Barbados joined other Caribbean states on Friday to make a bid to access financing on easier terms based on their vulnerability to climate change and other disasters.
At an online UN high-level political forum on the theme of Mobilizing Well-Directed Financing, Ryan Straughn, Co-Minister of Finance, also called for an international framework that allows for openness, equity and transparency if small developing states are to achieve the 17 UN Sustainable Development Goals by the 2030 date.
Straughn urged the international community to take into account the unique challenges island nations face and “a post COVID-19 world” in order to help them diminish the risk against meeting the development agenda benchmarks.
Straughn said: “The reality of the circumstance as it relates to the development of countries like Barbados is that vulnerability is not in any way linked to your economic prospects [or] your level of income and therefore whether large, medium or small countries, we are all vulnerable in some way and I think to the extent that we have been able to respond to first and foremost ensure there is a level of social stability given the unprecedented fall out we expect from COVID-19.
“It is critical that as we reshape the global financing system post-COVID-19 that we pay more attention to what are the key elements that influences vulnerabilities within the context of development.”
Pointing out that the Caribbean has been facing a number of development issues over the past five decades, Straughn explained that region was vulnerable to intense weather systems and other impacts from climate change.
He added: “There are a number of challenges globally that we have to address as nations with respect to how do countries actually execute their development agenda, and therefore our development is not at the expense of others.
“Therefore, we would want to see a very focused approach in terms of addressing the key elements of vulnerability so that the access to financing and the basis on which you are accessing finances will be determined in a sense by that measure of vulnerability.”
The Finance Minister said that having just restructured Barbados’ debt and despite significant declines in government revenue and the tourism earnings as a result of the COVID-19 pandemic, Barbados’ fiscal situation remained “good”.

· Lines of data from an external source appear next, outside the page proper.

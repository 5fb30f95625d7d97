/**
 * Walk matrix of engine.md section 1.
 *
 *   P0_ij = w_ij / sum_j w_ij            (a person with no outgoing tie stays put: P0_ii = 1)
 *   P1    = (1 - b) P0 + (b / n) 1 1^T   (background mixing b)
 *   P     = (1 - a) P1 + a I             (laziness a, applied last)
 *
 * Laziness is applied last, so every hitting time of P is exactly that of P1 divided by
 * (1 - a); the solvers therefore work with P1 and scale. Dense form for rooms of up to a
 * few thousand people (row-major Float64Array, O(n^2) memory); the sparse operator keeps
 * the mixing as a rank-one term and never densifies it (O(m) per product).
 */
import type { PreparedRoom } from './room';

/** Dense row-major P1 (mixing included, laziness excluded unless `withLaziness`). */
export function denseWalk(room: PreparedRoom, withLaziness = false): Float64Array {
  const { n, csr, mixing: b, laziness: a } = room;
  const p = new Float64Array(n * n);
  const base = b / n;
  if (base > 0) p.fill(base);
  for (let i = 0; i < n; i++) {
    const s = csr.outStrength[i];
    const row = i * n;
    if (s > 0) {
      const f = (1 - b) / s;
      for (let e = csr.rowStart[i]; e < csr.rowStart[i + 1]; e++) p[row + csr.col[e]] += f * csr.weight[e];
    } else {
      p[row + i] += 1 - b;
    }
  }
  if (withLaziness && a > 0) {
    for (let k = 0; k < n * n; k++) p[k] *= 1 - a;
    for (let i = 0; i < n; i++) p[i * n + i] += a;
  }
  return p;
}

/**
 * Sparse walk operator restricted to the people not in `absorbing` (the starters).
 * `mulQ(x, y)`: y = Q1 x on T (entries on starters are left 0); `mulQt`: y = Q1^T x.
 */
export interface SparseWalk {
  readonly n: number;
  readonly inT: Uint8Array;
  /** Out-probabilities per CSR entry (without mixing): w_ij / s_i, self-loop handled by `stay`. */
  readonly prob: Float64Array;
  /** 1 for people with no outgoing tie (they stay put under P0). */
  readonly stay: Uint8Array;
  readonly mixing: number;
  mulQ(x: Float64Array, y: Float64Array): void;
  mulQt(x: Float64Array, y: Float64Array): void;
}

export function sparseWalk(room: PreparedRoom, starters: readonly number[]): SparseWalk {
  const { n, csr, mixing: b } = room;
  const inT = new Uint8Array(n).fill(1);
  for (const s of starters) inT[s] = 0;
  const prob = new Float64Array(csr.col.length);
  const stay = new Uint8Array(n);
  for (let i = 0; i < n; i++) {
    const s = csr.outStrength[i];
    if (s > 0) for (let e = csr.rowStart[i]; e < csr.rowStart[i + 1]; e++) prob[e] = csr.weight[e] / s;
    else stay[i] = 1;
  }
  const { rowStart, col } = csr;
  const keep = 1 - b;
  const mulQ = (x: Float64Array, y: Float64Array) => {
    let sumT = 0;
    if (b > 0) for (let i = 0; i < n; i++) if (inT[i]) sumT += x[i];
    const r1 = (b / n) * sumT;
    for (let i = 0; i < n; i++) {
      if (!inT[i]) {
        y[i] = 0;
        continue;
      }
      let acc = 0;
      if (stay[i]) acc = x[i];
      else
        for (let e = rowStart[i]; e < rowStart[i + 1]; e++) {
          const j = col[e];
          if (inT[j]) acc += prob[e] * x[j];
        }
      y[i] = keep * acc + r1;
    }
  };
  const mulQt = (x: Float64Array, y: Float64Array) => {
    y.fill(0);
    let sumT = 0;
    for (let i = 0; i < n; i++) {
      if (!inT[i]) continue;
      const xi = x[i];
      sumT += xi;
      if (stay[i]) y[i] += keep * xi;
      else
        for (let e = rowStart[i]; e < rowStart[i + 1]; e++) {
          const j = col[e];
          if (inT[j]) y[j] += keep * prob[e] * xi;
        }
    }
    if (b > 0) {
      const r1 = (b / n) * sumT;
      for (let i = 0; i < n; i++) if (inT[i]) y[i] += r1;
    }
    for (let i = 0; i < n; i++) if (!inT[i]) y[i] = 0;
  };
  return { n, inT, prob, stay, mixing: b, mulQ, mulQt };
}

Sharing some of the measures taken by the Mia Mottley administration to help maintain a level of economic activity and social cohesion during the coronavirus pandemic, Straughn said Government had responded swiftly by mobilizing available resources to respond to immediate needs and build resilience while ensuring that mechanisms were in place to help individuals and businesses.
He said at the top of mind was the building out of infrastructure that would help to address the issue of poverty.
But Straughn insisted that the developed world had a role to play in ensuring that small, vulnerable states were able to achieve social and economic development while minimising risks.
He also said it was important that issues relating to correspondent banking, anti-money laundering and standards are consistently modelled so that all countries could “move forward under one clear framework” such that policies for growth are inclusive and help countries to deliver on the development agenda.
Representatives from other Caribbean countries also called on international funding agencies to consider debt relief and debt forgiveness of developing countries as they come to terms with the impact from the coronavirus pandemic.
Some officials also called for greater focus to be placed on ensuring gender equity and greater private/public sector collaboration to ensure economic and social development as countries strive to achieve the UN developmental goals.